▶ _Work order_:
Spot each line in the data below containing "case" and copy it.

(Collected data)
---+---

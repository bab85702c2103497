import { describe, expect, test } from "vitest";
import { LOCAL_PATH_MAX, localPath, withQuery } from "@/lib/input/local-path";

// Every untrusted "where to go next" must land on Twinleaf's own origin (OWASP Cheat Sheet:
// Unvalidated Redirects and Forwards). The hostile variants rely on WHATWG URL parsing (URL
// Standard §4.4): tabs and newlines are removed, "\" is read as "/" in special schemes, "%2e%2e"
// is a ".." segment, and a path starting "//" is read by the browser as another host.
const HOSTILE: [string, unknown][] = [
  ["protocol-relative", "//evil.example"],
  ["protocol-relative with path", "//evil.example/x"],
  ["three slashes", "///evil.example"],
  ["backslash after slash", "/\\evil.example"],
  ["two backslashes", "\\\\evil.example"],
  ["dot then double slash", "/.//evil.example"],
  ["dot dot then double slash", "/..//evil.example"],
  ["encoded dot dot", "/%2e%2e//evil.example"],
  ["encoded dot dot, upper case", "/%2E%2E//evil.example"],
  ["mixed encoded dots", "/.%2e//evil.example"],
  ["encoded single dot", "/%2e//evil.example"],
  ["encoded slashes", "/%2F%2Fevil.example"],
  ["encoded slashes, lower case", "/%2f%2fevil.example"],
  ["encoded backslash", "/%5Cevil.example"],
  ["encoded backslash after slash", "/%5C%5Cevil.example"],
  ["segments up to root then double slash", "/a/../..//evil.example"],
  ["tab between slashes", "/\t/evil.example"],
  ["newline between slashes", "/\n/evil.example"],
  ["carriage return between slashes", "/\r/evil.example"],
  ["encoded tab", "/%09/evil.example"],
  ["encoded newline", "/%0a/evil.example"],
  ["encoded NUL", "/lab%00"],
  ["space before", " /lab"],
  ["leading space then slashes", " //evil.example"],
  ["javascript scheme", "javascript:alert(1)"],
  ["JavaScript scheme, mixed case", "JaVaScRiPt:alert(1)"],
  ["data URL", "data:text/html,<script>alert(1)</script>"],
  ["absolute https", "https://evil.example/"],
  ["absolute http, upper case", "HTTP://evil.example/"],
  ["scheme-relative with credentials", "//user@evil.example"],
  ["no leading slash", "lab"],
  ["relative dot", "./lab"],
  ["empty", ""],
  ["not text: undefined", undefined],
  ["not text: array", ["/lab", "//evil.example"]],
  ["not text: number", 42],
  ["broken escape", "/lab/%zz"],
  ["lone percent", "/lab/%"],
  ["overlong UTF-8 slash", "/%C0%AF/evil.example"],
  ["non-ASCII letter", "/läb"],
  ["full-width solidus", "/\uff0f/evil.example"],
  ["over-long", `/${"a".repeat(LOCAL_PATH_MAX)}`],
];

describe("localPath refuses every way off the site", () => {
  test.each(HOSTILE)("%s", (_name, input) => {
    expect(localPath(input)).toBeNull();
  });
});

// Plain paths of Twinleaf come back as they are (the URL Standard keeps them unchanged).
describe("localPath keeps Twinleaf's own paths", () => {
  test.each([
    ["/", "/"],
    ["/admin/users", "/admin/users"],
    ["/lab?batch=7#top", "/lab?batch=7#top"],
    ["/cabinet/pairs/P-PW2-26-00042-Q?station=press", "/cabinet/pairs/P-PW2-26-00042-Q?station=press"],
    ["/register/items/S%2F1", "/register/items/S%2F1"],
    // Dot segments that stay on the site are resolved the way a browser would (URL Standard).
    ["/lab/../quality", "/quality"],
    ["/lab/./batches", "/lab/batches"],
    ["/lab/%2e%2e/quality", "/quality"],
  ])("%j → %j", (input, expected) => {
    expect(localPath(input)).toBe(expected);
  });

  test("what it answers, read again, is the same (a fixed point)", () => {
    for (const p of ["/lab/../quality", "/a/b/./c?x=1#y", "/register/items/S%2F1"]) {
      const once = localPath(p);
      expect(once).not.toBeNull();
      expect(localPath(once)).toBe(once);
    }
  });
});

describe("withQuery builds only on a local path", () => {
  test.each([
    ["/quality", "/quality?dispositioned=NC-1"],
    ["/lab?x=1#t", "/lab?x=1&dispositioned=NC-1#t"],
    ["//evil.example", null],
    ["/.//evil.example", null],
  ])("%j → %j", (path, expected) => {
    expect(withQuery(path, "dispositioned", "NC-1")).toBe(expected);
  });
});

---+---

▶ _Solution_:
  ["encoded dot dot, upper case", "/%2E%2E//evil.example"],
  ["encoded slashes, lower case", "/%2f%2fevil.example"],
  ["JavaScript scheme, mixed case", "JaVaScRiPt:alert(1)"],
  ["absolute http, upper case", "HTTP://evil.example/"],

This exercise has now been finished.